LE ROI – Sous sa protection... vous voulez dire sous sa surveillance... Mais qu'ai-je fait, qu'ai-je donc
fait pour mériter cela?
ROEDERER – Permettez-moi de parler franchement... Vous avez récemment usé de votre droit de
veto pour vous opposer à la nomination des ministres que l'Assemblée du peuple avait choisis. Ce
pour quoi les Français vous en veulent. Mais le mécontentement ne date pas d'hier. Depuis des
siècles, il y a trop de famines, trop de pauvreté, trop de violence, trop de guerres, trop d'injustice.
Cela éclate! Venez, sire, suivez-moi...
LA REINE - Vous nous proposez de fuir ! Monsieur, vous avez beau dire, nous sommes en mesure de
résister... Mon Dieu, ne pourrait-on faire taire ces cloches, elles me rendent folle!... Il y a ici des
troupes bien armées! Elles nous défendront. Il est temps de savoir enfin qui l'emportera du roi ou
des révoltés...
ROEDERER - Madame, je ne puis remettre en cause les demandes de l'Assemblée nationale.
LE ROI - Allons, très chère, puisqu'on nous le demande...
LA REINE - On nous le "demande"... J'aime bien ça....! Sans livrer bataille...?
LE ROI - Il le faut, mon amie... J'ai horreur du sang.
LA REINE - Je le sais, votre tactique est de toujours céder… Qui renonce, perd.
ROEDERER - Sire, ce n’est plus une prière que nous venons vous faire, ce n’est plus un conseil que
nous vous donnons, nous vous demandons la permission de vous entraîner malgré vous… Il y a
déjà plus de dix canons qui ont été mis en batterie devant le château !
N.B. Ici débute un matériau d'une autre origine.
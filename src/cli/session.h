/* What every command does: read the mechanism, report, print, end. */
#ifndef LIMBECK_CLI_SESSION_H
#define LIMBECK_CLI_SESSION_H

#include "cli/command.h"
#include "cli/terminal.h"

typedef struct session {
    const options *given;
    lb_network *network;
    lb_diagnostics *diagnostics;
    lb_system *system;          /* NULL until session_make_system */
    lb_text *text;              /* what goes to standard output */
    lb_monitor monitor;
    terminal_progress progress;
} session;

/* Read the mechanism.  Returns EXIT_ANSWERED, or the exit status after having
 * reported what is wrong.  Either way session_close is due. */
int session_open(session *s, const options *given);
/* The same, with the system made. */
int session_open_system(session *s, const options *given);
void session_close(session *s);

/* Warnings of the mechanism, on standard error, unless --quiet or --json. */
void session_warn(session *s);
/* A sentence on standard error, unless --quiet or --json. */
void session_note(const session *s, const char *format, ...) __attribute__((format(printf, 2, 3)));

/* Report an error (as JSON on standard output with --json), give the exit status. */
int session_fail(const session *s, const lb_error *error);
/* The same with the command line at fault: exit status 2. */
int session_fail_usage(const session *s, const lb_error *error);
/* Standard output could not be written, or a text not be made. */
int session_fail_status(const session *s, lb_status status);

/* Print s->text when its writer returned LB_OK; gives the exit status. */
int session_print(session *s, lb_status status);

/* Does any constant have a range that a search may use? */
bool session_has_range(const session *s);

/* Report without a session, for main. */
int session_report(const options *given, const lb_error *error, const lb_diagnostics *diagnostics, int exit_status);
void session_note_interrupted(const session *s);

/* Open, warn, solve, close: a command whose question is `solve`; the exit status. */
int session_answer(const options *given, int (*solve)(session *s));

#endif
LA REINE – (après avoir regardé par la fenêtre) J'ai honte... Mais, puisqu’il n’y a rien d’autre à
faire… Allons, préparons-nous. Nous irons donc à l'Assemblée...
ROEDERER - Madame, l'Assemblée ne s'est engagée que pour la personne du roi, du roi tout seul, et
sans sa famille, et sans sa garde. Il serait imprudent de…
LA REINE - Je ne le laisserai pas partir sans moi...
ROEDERER - Madame, je ne sais pas bien si.... Il aurait peut-être mieux valu...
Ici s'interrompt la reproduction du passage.